Brindo por ellos, por quienes olvidan que de su mano recorriste garitos perdidos del viejo Madrid, a los que todavía sigues escapándote de vez en cuando alguna de esas noches en las que necesitas reafirmar de dónde vienes, ya que nunca conseguiste llegar donde esperabas. No como ellos, que están seguros de su triunfo y han conseguido medrar, dejando a un lado nostalgias absurdas, para alcanzar el nivel que tú, ni soñando, conseguirás ya alcanzar un día.

Foto: Pixabay
Algunos se van sin decir adiós. Otros, por el contrario, van emitiendo señales que en principio no eres capaz de interpretar. Te relatan sus mundos de Yupi en los que se sienten del todo satisfechos, como si hubieran descubierto la verdadera razón de su paso por este mundo. Ellos triunfan y tú te aguantas, no has tenido la misma suerte y por eso no les queda más remedio que abandonarte en su camino hacia la gloria. Ya no les sirves, y permanecer a tu lado les supone una carga innecesaria de malas influencias. Desde la cima de su éxito mirar hacia abajo les produce vértigo y no quieren arriesgarse a caer. 

A estos personajes, por los que brindo, he decidido mirarlos de frente y no agachar la cabeza ante ellos. Si eligen marcharse, que no vuelvan: ya no estoy para esperar a que se caigan del guindo. Cuando éramos más jóvenes, a algunos se les veía venir de lejos, por sus actitudes chulescas y prepotentes. Estaban ahí y te perdonaban la vida por compartir su espacio contigo. A mí no solían engañarme y los calaba a las primeras de cambio. Pero ahora es distinto. Ya no me sobran años para aguantar que se vayan y esperar pacientemente que regresen con el rabo entre las piernas. Si se van, que no vuelvan. Ni siquiera para recuperar un mínimo de autenticidad el día que, inevitablemente, aterricen en el mundo real. Yo ya no los espero. Cerré la puerta con llave cuando la traspasaron. Allá ellos si decidieron olvidar las infinitas risas que compartimos sentados en cualquier parque, los abrazos eternos de cada despedida o las horas robadas al sueño para apurar cada noche como si fuera la última.
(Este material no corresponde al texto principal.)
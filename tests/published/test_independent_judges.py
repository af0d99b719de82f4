"""Independent libraries as judges: allantools for the curve, statsmodels for the likelihood of white noise plus walk."""

import allantools
import numpy as np
import pytest
from statsmodels.tsa.statespace.structural import UnobservedComponents
from tests.conftest import made_noise

from stillbench.deviation.averaging import averaging_factors
from stillbench.deviation.overlapping import pooled_deviation
from stillbench.likelihood.bins import bin_runs
from stillbench.likelihood.fit import maximise
from stillbench.terms.catalogue import BY_ROLE


@pytest.mark.parametrize("offset", [0.0, 1e4])
def test_curve_agrees_with_allantools(offset: float) -> None:
    rate = offset + made_noise(20_000, 5, white=1.0, flicker=0.1, walk=0.01)
    factors = averaging_factors(rate.size)
    ours, pairs = pooled_deviation([rate], factors)
    taus, theirs, _, counts = allantools.oadev(rate - offset, rate=1.0, data_type="freq", taus=factors)
    assert np.array_equal(np.rint(taus), factors)
    assert np.array_equal(pairs, counts)
    # 1e-10 relative: float64 sums; the offset costs the digits it takes in the samples themselves.
    assert np.max(np.abs(ours / theirs - 1.0)) < 1e-10


def test_white_noise_and_walk_agree_with_a_kalman_filter() -> None:
    """The cosine-transform likelihood of mean + white + walk is exact: a diffuse Kalman filter finds the same maximum.

    Agreement to 0.1 of a standard error (binning costs less).
    """
    terms = [BY_ROLE["white"], BY_ROLE["walk"]]
    for seed in range(3):
        rate = made_noise(4_000, 100 + seed, white=1.0, walk=0.03)
        fit = maximise(bin_runs([rate], terms, ()))
        errors = np.sqrt(np.diag(np.linalg.inv(fit.information)))
        level = UnobservedComponents(rate, level="local level")
        found = level.fit(disp=False, start_params=fit.theta)
        theirs = np.asarray(found.params)
        assert np.all(np.abs(fit.theta - theirs) < 0.1 * errors)
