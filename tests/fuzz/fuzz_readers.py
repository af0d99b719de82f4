"""Coverage-guided fuzzing of each reader, the log sheet and the unit parser. Run by `make fuzz`; the corpus is kept.

    python tests/fuzz/fuzz_readers.py TARGET SECONDS

An input passes when it ends in a result or in one error of ours within ten seconds. What fails is kept in tests/fuzz/failures.
Seeds are made here by the libraries that write each format.
"""

import io
import sys
import tempfile
import zipfile
from collections.abc import Callable
from pathlib import Path

import atheris

with atheris.instrument_imports(include=["stillbench"]):
    import numpy as np
    import pyarrow as pa
    from pyarrow import feather, parquet
    from scipy import io as scipy_io
    from scipy.io import wavfile

    from stillbench.foundation.errors import StillbenchError
    from stillbench.foundation.units import parse_unit
    from stillbench.logs.read import read_log
    from stillbench.logs.understand import understand_log
    from stillbench.pipeline import load_log_sheet
    from stillbench.vocabulary.log_sheet import LogSheet

HERE = Path(__file__).parent
RATE = np.random.default_rng(1).normal(size=60).round(4)
WORK = Path(tempfile.mkdtemp())


def text_seeds() -> list[bytes]:
    rows = [f"{i / 10:.1f},{value}" for i, value in enumerate(RATE.tolist())]
    dated = [f"01.03.2025 10:00:{i:02d};{value}".replace(".", ",") for i, value in enumerate(RATE.tolist())]
    return [("time,x\n" + "\n".join(rows)).encode(), ("t\tx\r\n" + "\r\n".join(dated)).encode("utf-16")]


def written(write: Callable[[io.BytesIO], object]) -> bytes:
    stream = io.BytesIO()
    write(stream)
    return stream.getvalue()


def zipped(stream: io.BytesIO) -> None:
    with zipfile.ZipFile(stream, "w") as archive:
        archive.writestr("log.csv", text_seeds()[0])


SEEDS: dict[str, Callable[[], list[bytes]]] = {
    "text": text_seeds,
    "npy": lambda: [written(lambda s: np.save(s, RATE)), written(lambda s: np.savez(s, x=RATE))],
    "columnar": lambda: [
        written(lambda s: parquet.write_table(pa.table({"x": RATE}), s)),
        written(lambda s: feather.write_feather(pa.table({"x": RATE}), s)),
    ],
    "wav": lambda: [written(lambda s: wavfile.write(s, 100, RATE.astype(np.float32)))],
    "mat": lambda: [written(lambda s: scipy_io.savemat(s, {"x": RATE}))],
    "packed": lambda: [written(zipped)],
    "sheet": lambda: [b'[log]\nmissing = ["9"]\n[channel.x]\nunit = "deg/s"\n[channel.x.front_end]\nzero = "1 V"\n'],
    "units": lambda: [b"deg/s/sqrt(Hz)", b"mV/(deg/s)", "\N{DEGREE SIGN}/\N{SQUARE ROOT}h".encode()],
}


def one_input(target: str) -> Callable[[bytes], None]:
    path = WORK / {"npy": "log.npz", "packed": "log.zip", "sheet": "sheet.toml"}.get(target, "log")

    def check(content: bytes) -> None:
        try:
            if target == "units":
                parse_unit(content.decode("utf-8", "replace"))
                return
            path.write_bytes(content)
            if target == "sheet":
                load_log_sheet(path)
                return
            read_log(path, sheet=LogSheet(), channels=["1"], units={"": "V"}, rate=1.0, time="none")
            understand_log(path, rate=1.0)
        except StillbenchError as error:
            if "\n" in error.message and target != "sheet":
                raise AssertionError(error.message) from error

    return check


def main() -> None:
    target, seconds = sys.argv[1], sys.argv[2]
    corpus, failures = HERE / "corpus" / target, HERE / "failures"
    for folder in (corpus, failures):
        folder.mkdir(parents=True, exist_ok=True)
    for number, seed in enumerate(SEEDS[target]()):
        (corpus / f"seed-{number}").write_bytes(seed)
    flags = [
        f"-max_total_time={seconds}",
        "-timeout=10",
        "-rss_limit_mb=2048",
        "-max_len=8192",
        f"-artifact_prefix={failures}/{target}-",
    ]
    atheris.Setup([sys.argv[0], *flags, str(corpus)], one_input(target))
    atheris.Fuzz()


if __name__ == "__main__":
    main()
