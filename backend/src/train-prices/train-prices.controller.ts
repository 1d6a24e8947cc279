import { Body, Controller, Get, Param, Put, Query } from '@nestjs/common';
import { ApiConflictResponse, ApiOkResponse, ApiTags } from '@nestjs/swagger';
import { Allow } from '../auth/allow.decorator.js';
import { CurrentUser } from '../auth/current-user.decorator.js';
import { type SignedInUser } from '../auth/signed-in-user.js';
import { Problem } from '../common/dto/problem.js';
import { TrainDto } from '../trains/dto/train.dto.js';
import { BuyingService } from './buying.service.js';
import { BuyingInputDto } from './dto/buying-input.dto.js';
import { PriceQueryDto } from './dto/price-query.dto.js';
import { TrainPricesDto } from './dto/train-prices.dto.js';
import { TrainPricesService } from './train-prices.service.js';

@ApiTags('trains')
@Controller('trains')
export class TrainPricesController {
  constructor(
    private readonly prices: TrainPricesService,
    private readonly buying: BuyingService,
  ) {}

  @Get(':code/prices')
  @Allow('prices.read')
  @ApiOkResponse({ type: TrainPricesDto })
  read(@Param('code') code: string, @Query() query: PriceQueryDto): Promise<TrainPricesDto> {
    return this.prices.ofTrain(code, query);
  }

  @Put(':code/buying')
  @Allow('offers.choose')
  @ApiOkResponse({ type: TrainDto })
  @ApiConflictResponse({ type: Problem, description: 'It changed since; `current` is how it stands now.' })
  choose(
    @Param('code') code: string,
    @Body() input: BuyingInputDto,
    @CurrentUser() user: SignedInUser,
  ): Promise<TrainDto> {
    return this.buying.choose(code, input, user);
  }
}
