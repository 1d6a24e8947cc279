import { addDays, calendarDay } from '@stageyard/libs/bill-of-materials';
import { afterAll, beforeAll, describe, expect, it } from 'vitest';
import { newOffer, newSupplier } from '../src/testing/new-offer.js';
import { newGear, newPart } from '../src/testing/new-part.js';
import { type Client, startServer, type TestServer } from './harness.js';

interface Offer {
  id: string;
  part: { number: string; unit: string };
  supplier: { code: string };
  state: string;
  standing: string;
  currency: string;
  breaks: { quantity: number; unitPrice: number }[];
  ageDays: number;
  tooOld: boolean;
  effectiveLeadTimeDays: number | null;
  version: number;
}
interface PartOffers {
  quantity: number;
  unit: string;
  onShelf: number | null;
  offers: (Offer & {
    price: {
      orderQuantity: number;
      lineTotal: { minor: number; currency: string };
      cheaperAt: object | null;
    };
    arrivalDays: number | null;
    chosen: boolean;
  })[];
  reason: string | null;
}
interface Refusal {
  code: string;
  message: string;
  errors?: { field: string; message: string }[];
  current?: Offer;
}
interface Page {
  items: Offer[];
  total: number;
}

const day = (offset: number) => addDays(calendarDay(new Date()), offset);

let server: TestServer;
let purchaser: Client;
let librarian: Client;
let supplierCode: string;
let partNumber: string;
beforeAll(async () => {
  server = await startServer();
  purchaser = await server.as('purchaser');
  librarian = await server.as('librarian');
  supplierCode = await addSupplier();
  partNumber = await addPart();
});
afterAll(() => server.close());

async function addSupplier(changes: Parameters<typeof newSupplier>[0] = {}): Promise<string> {
  return (await purchaser.post<{ code: string }>('/api/suppliers', newSupplier(changes))).body.code;
}
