import { Injectable } from '@nestjs/common';
import { InjectRepository } from '@nestjs/typeorm';
import { Repository } from 'typeorm';
import { DEFAULT_BUILD_QUANTITY } from '../briefs/requirement.js';
import { Clock } from '../common/clock.js';
import { OffersFinder } from '../offers/offers-finder.service.js';
import { StockLevels } from '../stock/stock-levels.service.js';
import { BomService } from '../trains/bom.service.js';
import { type BomDto } from '../trains/dto/bom.dto.js';
import { Train } from '../trains/entities/train.entity.js';
import { TrainReader } from '../trains/train-reader.js';
import { type PriceQueryDto } from './dto/price-query.dto.js';
import { type TrainPricesDto } from './dto/train-prices.dto.js';
import { priceTrain } from './price-train.js';

/** What trains cost, computed on the way out and never stored. */
@Injectable()
export class TrainPricesService {
  constructor(
    @InjectRepository(Train) private readonly trains: Repository<Train>,
    private readonly reader: TrainReader,
    private readonly boms: BomService,
    private readonly offers: OffersFinder,
    private readonly levels: StockLevels,
    private readonly clock: Clock,
  ) {}

  /** @throws ProblemError 404 */
  async ofTrain(code: string, query: PriceQueryDto = {}): Promise<TrainPricesDto> {
    const { buildQuantity, offerChoices } = await this.reader.load(this.trains.manager, code);
    const quantity = query.quantity ?? buildQuantity ?? DEFAULT_BUILD_QUANTITY;
    return this.ofBom(await this.boms.ofTrain(code), quantity, offerChoices ?? {}, query.prefer);
  }

  /** Prices a bill of materials that was read already. @param choices offer ids by part number */
  async ofBom(
    bom: Pick<BomDto, 'lines'>,
    buildQuantity: number,
    choices: Readonly<Record<string, number>>,
    prefer: PriceQueryDto['prefer'] = 'price',
  ): Promise<TrainPricesDto> {
    const numbers = [...new Set(bom.lines.flatMap(({ partNumber }) => partNumber ?? []))];
    const [offers, levels] = await Promise.all([this.offers.forParts(numbers), this.levels.ofParts(numbers)]);
    const on = this.clock.today();
    return priceTrain(bom.lines, { buildQuantity, on, prefer, offers, levels, choices });
  }
}
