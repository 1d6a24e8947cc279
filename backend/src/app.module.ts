import { type DynamicModule, Module } from '@nestjs/common';
import { AuditModule } from './audit/audit.module.js';
import { AuthModule } from './auth/auth.module.js';
import { BulkLoadingModule } from './bulk-loading/bulk-loading.module.js';
import { CalcModule } from './calc/calc.module.js';
import { BriefsModule } from './briefs/briefs.module.js';
import { ClockModule } from './common/clock.js';
import { DatabaseModule } from './database/database.module.js';
import { ExportsModule } from './exports/exports.module.js';
import { FinderModule } from './finder/finder.module.js';
import { HealthModule } from './health/health.module.js';
import { HouseRulesModule } from './house-rules/house-rules.module.js';
import { OffersModule } from './offers/offers.module.js';
import { OptionSupplyModule } from './option-supply/option-supply.module.js';
import { OptionSearchesModule } from './option-searches/option-searches.module.js';
import { OverviewModule } from './overview/overview.module.js';
import { PartsModule } from './parts/parts.module.js';
import { type Settings } from './settings/settings.js';
import { SettingsModule } from './settings/settings.module.js';
import { StockModule } from './stock/stock.module.js';
import { SubstitutesModule } from './substitutes/substitutes.module.js';
import { SuppliersModule } from './suppliers/suppliers.module.js';
import { TrainPricesModule } from './train-prices/train-prices.module.js';
import { TrainsModule } from './trains/trains.module.js';
import { UsersModule } from './users/users.module.js';

/** The whole server, one module a room. */
@Module({
  imports: [
    ClockModule,
    DatabaseModule,
    AuditModule,
    AuthModule,
    UsersModule,
    HealthModule,
    HouseRulesModule,
    PartsModule,
    StockModule,
    SubstitutesModule,
    SuppliersModule,
    OffersModule,
    CalcModule,
    BulkLoadingModule,
    BriefsModule,
    OptionSearchesModule,
    TrainsModule,
    TrainPricesModule,
    OptionSupplyModule,
    ExportsModule,
    FinderModule,
    OverviewModule,
  ],
})
export class AppModule {
  static with(settings: Settings): DynamicModule {
    return { module: AppModule, imports: [SettingsModule.with(settings)] };
  }
}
De algunas personas por las que brindo jamás hubiera imaginado que iban a desaparecer con tan poca clase y tan mal estilo. Pero, como estoy segura de que tarde o temprano volverán al redil, desde aquí les digo que quizás a su vuelta ya no me encuentren. Una se va haciendo mayor y no está dispuesta a aguantar tantas idas y venidas. Eso sí, el día que necesiten de nuevo dar un trago de mi cerveza, les recordaré que los años transcurridos desde la última litrona que apuramos juntos me hacen imposible compartir ahora ni un simple sorbo con ellos. Que mis garitos preferidos echaron el cierre hace tiempo y he tenido que reciclarme, eso sí, sin perder las esencias, porque yo siempre fui muy de barrio y nunca me sedujeron las luces de neón. Y si quisieran tomarme de la mano para recordar los viejos tiempos, pues lo siento, hace mucho que me agarré con fuerza a los que nunca me soltaron, compartiendo todos esos momentos que ellos se perdieron en su camino hacia el éxito. Lo dicho, salud…, ¡y cerveza!